First steps

You will learn more about the structure and design of the ETL in the next section.

The ETL is the way we ingest, process and publish data at Our World in Data (OWID). The ETL contains a set of recipes (or steps) to build datasets, which are then made available from OWID's catalog. A step is a python script and has a URI. URIs allow us to uniquely identify any step (or node) throughout the whole ETL. This allows us to reference datasets (and use them) when building a new one. For example, the Cherry Blossom dataset (by Yasuyuki Aono):

data://garden/biodiversity/2024-01-25/cherry_blossom

Build a dataset¶

Preview dataset build¶

You can build any dataset in ETL using our ETL cli: etl run. This will execute all the steps required to build a dataset.

Before actually building the dataset, it is recommended to preview the steps that would be executed to build it by using the --dry-run flag.

Let's preview the build for Cherry Blossom dataset:

$ etl run --dry-run data://garden/biodiversity/2024-01-25/cherry_blossom
--- Detecting which steps need rebuilding...
OK (0.0s)
--- Running 3 steps:
1. snapshot://biodiversity/2024-01-25/cherry_blossom.xls
2. data://meadow/biodiversity/2024-01-25/cherry_blossom
3. data://garden/biodiversity/2024-01-25/cherry_blossom

Activate your virtual environment

If you are not already, make sure to use these tools within your virtual environment.

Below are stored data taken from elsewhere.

class Builder {
 public:
  void AddModel(const std::string& path) {
    ModelDocument m = ReadModelFile(path);
    ReportSection rig{"Rig and data", {}, {}, {}};
    ReportTable t{{"item", "value"}, {}};
    t.rows.push_back({"recording", m.provenance.source});
    if (!m.provenance.source_sha256.empty())
      t.rows.push_back({"recording SHA-256", m.provenance.source_sha256});
    t.rows.push_back({"model made", m.provenance.created + " by " + m.provenance.tool});
    t.rows.push_back({"command", m.provenance.command_line});
    if (m.details.contains("samples"))
      t.rows.push_back({"samples used", Text(m.details["samples"])});
    rig.tables.push_back(t);
    sections_.push_back(rig);

    ReportSection model{"Model", {}, {}, {}};
    model.paragraphs.push_back("Structure: " + m.structure +
                               ". Transfer function G(s) = " + ModelLine(m) + ".");
    if (m.details.contains("fit_percent"))
      model.paragraphs.push_back("Fit " + Text(m.details["fit_percent"]) +
                                 " % of the output variation explained; residual rms " +
                                 Text(m.details.value("residual_rms", json(nullptr))) + ".");
    ReportTable p{{"parameter", "value", "95 % interval", "unit"}, {}};
    for (const auto& q : m.parameters)
      p.rows.push_back({q.name, FormatNumber(q.value),
                        "[" + FormatNumber(q.ci_low) + ", " + FormatNumber(q.ci_high) + "]",
                        q.unit});
    model.tables.push_back(p);
    if (m.details.contains("warnings") && m.details["warnings"].is_array())
      for (const auto& w : m.details["warnings"]) model.paragraphs.push_back("Note: " + Text(w));
    sections_.push_back(model);
    model_index_ = sections_.size() - 1;
  }

  void AddBand(const json& doc) {
    ReportSection band{"Gain band", {}, {}, {}};
    if (doc.contains("controller"))
      band.paragraphs.push_back("Controller " + Text(doc["controller"]) + " around the plant " +
                                Text(doc.value("plant", json(nullptr))) + ".");
    if (doc.contains("specs")) band.paragraphs.push_back("Specs: " + SpecText(doc["specs"]) + ".");
    ReportTable t{{"band", "gains K"}, {}};
    const json& bands = doc.value("bands", json::object());
    for (const char* name : {"locus", "response", "robust"})
      if (bands.contains(name)) t.rows.push_back({name, RangesText(bands[name])});
    // With a sample time (band --sample-time): the sampled loop's locus and response bands.
    const json discrete = doc.value("discrete", json::object());
    const std::string every =
        discrete.contains("sample_time") ? ", every " + Text(discrete["sample_time"]) + " s" : "";
    if (bands.contains("discrete"))
      t.rows.push_back({"sampled locus" + every, RangesText(bands["discrete"])});
    if (bands.contains("sampled_response"))
      t.rows.push_back({"sampled response" + every, RangesText(bands["sampled_response"])});
    band.tables.push_back(t);
    if (doc.contains("differences") && doc["differences"].is_array())
      for (const auto& d : doc["differences"]) band.paragraphs.push_back("Note: " + Text(d));
    sections_.push_back(band);
    band_index_ = sections_.size() - 1;

    ReportSection gain{"Chosen gain", {}, {}, {}};
    const json rec = doc.value("recommendation", json::object());
    const json rule = rec.value("rule", json()), from = rec.value("from", json());
    const json gain_k = doc.value("recommended_gain", json());
    if (gain_k.is_null()) {
      // design/recommendation.h: an empty response band or a band of [0, inf) recommends no
      // gain, and the rule says why.
      gain.paragraphs.push_back("No recommended gain: " + Text(rule) + ".");
    } else {
      gain.paragraphs.push_back("Recommended gain K = " + Text(gain_k) + ".");
    }
    if (!from.is_null())
      gain.paragraphs.push_back(
          "Rule: " + Text(rule) + " (from the " + Text(from) +
          (Text(from).find(" and ") != std::string::npos ? " bands)." : " band)."));
    sections_.push_back(gain);
  }

  void AddPrediction(const json& doc) {
    ReportSection s{"Prediction at K = " + Text(doc["gain"]), {}, {}, {}};
    s.paragraphs.push_back(std::string("Closed loop ") +
                           (doc.value("stable", false) ? "stable" : "UNSTABLE") + "; reference " +
                           Text(doc.value("reference", json())) + ".");
    ReportTable t{{"quantity", "predicted"}, {}};
    const json& m = doc["metrics"];
    // A response without a peak: peak_time null and peak_note "no peak: ..." (predict.cc).
    const bool no_peak = m.contains("peak_note") && m["peak_note"].is_string();
    for (const auto& [key, label] : kMetricRows) {
      if (!m.contains(key)) continue;
      const bool peakless = no_peak && std::string(key) == "peak_time" && m[key].is_null();
      t.rows.push_back({label, peakless ? std::string("no peak") : Text(m[key])});
    }
    if (no_peak) {
      const std::string note = m["peak_note"].get<std::string>();
      const size_t colon = note.find(": ");
      s.paragraphs.push_back("Peak time: no peak; " +
                             (colon == std::string::npos ? note : note.substr(colon + 2)) + ".");
    }
    if (doc.contains("margins")) {
      const json& g = doc["margins"];
      t.rows.push_back({"gain margin (dB)", Text(g.value("gain_margin_db", json()))});
      t.rows.push_back({"phase margin (deg)", Text(g.value("phase_margin_deg", json()))});
      t.rows.push_back({"delay margin (s)", Text(g.value("delay_margin", json()))});
    }
    s.tables.push_back(t);
    if (doc.contains("actuator") && doc["actuator"].value("exceeded", false))
      s.paragraphs.push_back("Caution: the predicted actuator effort leaves its limits.");
    sections_.push_back(s);
    prediction_index_ = sections_.size() - 1;
  }

  void AddFigure(const std::string& path) {
    std::string svg = ReadWhole(path);
    if (svg.find("<svg") == std::string::npos) throw DataError(path + ": not an SVG figure");
    figures_.push_back({std::filesystem::path(path).filename().string(), svg});
  }

  ReportData Finish(const std::string& title) {
    ReportSection others{"Figures", {}, {}, {}};
    for (auto& f : figures_) {
      std::string n = f.caption;
      std::optional<size_t> target;
      if (n.find("fit") != std::string::npos) target = model_index_;
      if (n.find("locus") != std::string::npos || n.find("metric") != std::string::npos)
        target = band_index_;
      if (n.find("response") != std::string::npos || n.find("predict") != std::string::npos)
        target = prediction_index_;
      if (n.find("check") != std::string::npos && check_index_) target = check_index_;
      if (target && *target < sections_.size())
        sections_[*target].figures.push_back(f);
      else
        others.figures.push_back(f);
    }
    if (!others.figures.empty()) sections_.push_back(others);
    ReportData r;
    r.title = title;
    r.created = NowUtcIso8601();
    r.tool = std::string("loopwright ") + LOOPWRIGHT_VERSION;
    r.sections = sections_;
    if (verdict_) r.verdict = verdict_;
    return r;
  }

  // A saved check (`loopwright check --save`): the verdict box and a verification section with
  // every step's measured and predicted metrics and their tolerances.
  void AddVerdict(const json& doc) {
    verdict_ = ReportVerdict{doc.value("pass", false), Text(doc.value("sentence", json()))};
    if (!doc.contains("steps") || !doc["steps"].is_array()) return;
    ReportSection s{"Verification against a closed-loop recording", {}, {}, {}};
    s.paragraphs.push_back("Recording " + Text(doc.value("recording", json())) + ", controller " +
                           Text(doc.value("controller", json())) +
                           " at K = " + Text(doc.value("gain", json())) +
                           ". Verdict: " + Text(doc.value("verdict", json())) + " (" +
                           Text(doc.value("reason", json())) + ").");
    const json noise = doc.value("noise", json::object());
    s.paragraphs.push_back("Fit of the predicted output " + Text(doc.value("fit_percent", json())) +
                           " %; output noise sd " + Text(noise.value("output_sd", json())) +
                           "; tolerances from " + Text(doc.value("draws", json())) +
                           " parameter draws and " + Text(doc.value("noise_replicates", json())) +
                           " noise replicates.");
    for (const json& st : doc["steps"]) {
      ReportTable t{
          {"step " + Text(st.value("from", json())) + " → " + Text(st.value("to", json())) +
               " at " + Text(st.value("at", json())) + " s",
           "measured", "predicted", "tolerance", "consistent"},
          {}};
      const json none = json::object();
      const json& meas = st.contains("measured") ? st["measured"] : none;
      const json& pred = st.contains("predicted") ? st["predicted"] : none;
      const json& tol = st.contains("tolerance") ? st["tolerance"] : none;
      const json& ok = st.contains("consistent") ? st["consistent"] : none;
      // Why a metric is not judged: "no peak: the predicted overshoot ..." gives the cell
      // "no peak" and a sentence under the tables.
      const json& why =
          st.contains("not_judged") && st["not_judged"].is_object() ? st["not_judged"] : none;
      for (const auto& [key, label] : kMetricRows) {
        std::string range = "n/a";
        if (tol.contains(key) && tol[key].is_array() && tol[key].size() == 2)
          range = Text(tol[key][0]) + " to " + Text(tol[key][1]);
        const std::string reason =
            why.contains(key) && why[key].is_string() ? why[key].get<std::string>() : std::string();
        const size_t colon = reason.find(": ");
        std::string verdict = !ok.contains(key)            ? "n/a"
                              : !ok[key].is_null()         ? (ok[key].get<bool>() ? "yes" : "NO")
                              : colon != std::string::npos ? reason.substr(0, colon)
                                                           : "not judged";
        if (ok.contains(key) && ok[key].is_null() && colon != std::string::npos) {
          s.paragraphs.push_back(std::string(label) + ", step at " + Text(st.value("at", json())) +
                                 " s, not judged: " + reason.substr(colon + 2) + ".");
        }
        t.rows.push_back(
            {label, Text(meas.value(key, json())), Text(pred.value(key, json())), range, verdict});
      }
      s.tables.push_back(t);
    }
    sections_.push_back(s);
    check_index_ = sections_.size() - 1;
  }

 private:
  static std::string SpecText(const json& specs) {
    if (!specs.is_object()) return Text(specs);
    std::string out;
    for (auto it = specs.begin(); it != specs.end(); ++it) {
      if (it.value().is_null()) continue;
      if (!out.empty()) out += ", ";
      out += it.key() + " " + Text(it.value());
    }
    return out.empty() ? "none" : out;
  }

  std::vector<ReportSection> sections_;
  std::vector<ReportFigure> figures_;
  std::optional<size_t> model_index_, band_index_, prediction_index_, check_index_;
  std::optional<ReportVerdict> verdict_;
};

class ReportCommand : public Command {
 public:
  void Configure(CLI::App& sub) override {
    sub.add_option("files", files_, "Model, band and prediction JSON files and SVG figures");
    sub.add_option("--rig", rig_dir_, "Take every *.json and *.svg in this folder");
    sub.add_option("-o,--out", out_path_, "The HTML page to write")->required();
    sub.add_option("--title", title_, "Title of the page")->capture_default_str();
  }

  int Run(Context& ctx) override {
    std::vector<std::string> files = files_;
    if (!rig_dir_.empty()) {
      std::error_code ec;
      std::filesystem::directory_iterator it(rig_dir_, ec);
      if (ec) throw UsageError("--rig '" + rig_dir_ + "': " + ec.message());
      std::vector<std::string> found;
      for (const auto& e : it) {
        std::string ext = e.path().extension().string();
        if (e.is_regular_file() && (ext == ".json" || ext == ".svg")) found.push_back(e.path());
      }
      std::sort(found.begin(), found.end());
      files.insert(files.end(), found.begin(), found.end());
    }
    if (files.empty()) throw UsageError("report needs at least one file (or --rig DIR)");
    Builder b;
    // JSON files first (in the order given), so figures can join their sections.
    for (const auto& f : files) {
      if (std::filesystem::path(f).extension() == ".svg") continue;
      json doc;
      try {
        doc = json::parse(ReadWhole(f));
      } catch (const json::parse_error& e) {
        throw DataError(f + ": not valid JSON (" + e.what() + ")");
      }
      std::string format = doc.is_object() ? doc.value("format", std::string()) : "";
      if (format == "loopwright-model") {
        b.AddModel(f);
      } else if (format == "loopwright-band") {
        b.AddBand(doc);
      } else if (format == "loopwright-check") {
        b.AddVerdict(doc);
      } else if (doc.is_object() && doc.contains("gain") && doc.contains("metrics")) {
        b.AddPrediction(doc);
      } else {
        throw DataError(f + ": not a loopwright model, band, prediction or check file");
      }
    }
    for (const auto& f : files)
      if (std::filesystem::path(f).extension() == ".svg") b.AddFigure(f);
    WriteReport(out_path_, b.Finish(title_));
    ctx.out << "report: " << out_path_ << "\n";
    return 0;
  }

 private:
  std::vector<std::string> files_;
  std::string rig_dir_;
  std::string out_path_;
  std::string title_ = "Loop tuning report";
};

}  // namespace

Details can be found in the Poetry docs, but if you have never used the tool before here is a basic usage that will get you started (this assumes you have been here and installed Poetry):

# Install the dependencies defined in pyproject.toml and poetry.lock
poetry install

Next you can use one of the following two methods:

# Activate virtual environment. Once activated, you can use the tools here as normal.
poetry shell
etl run --dry-run data://garden/biodiversity/2024-01-25/cherry_blossom

Or

# Run a specific command in virtual environment. This will not leave you in the virtual environment.
poetry run etl run --dry-run data://garden/biodiversity/2024-01-25/cherry_blossom

The first step is a snapshot:// steps, which when executed will download upstream snapshot of the dataset to the data/snapshots/ folder. The remaining steps are data:// steps, which will generate local datasets in the data/ folder.

meadow and garden channels

In the above example, you can indetify two different channels in the URIs: meadow and garden, followed by the same string biodiversity/2024-01-25/cherry_blossom. These represent different levels of curation of a dataset (in this example, for the Cherry Blossom dataset version 2024-01-25 dataset).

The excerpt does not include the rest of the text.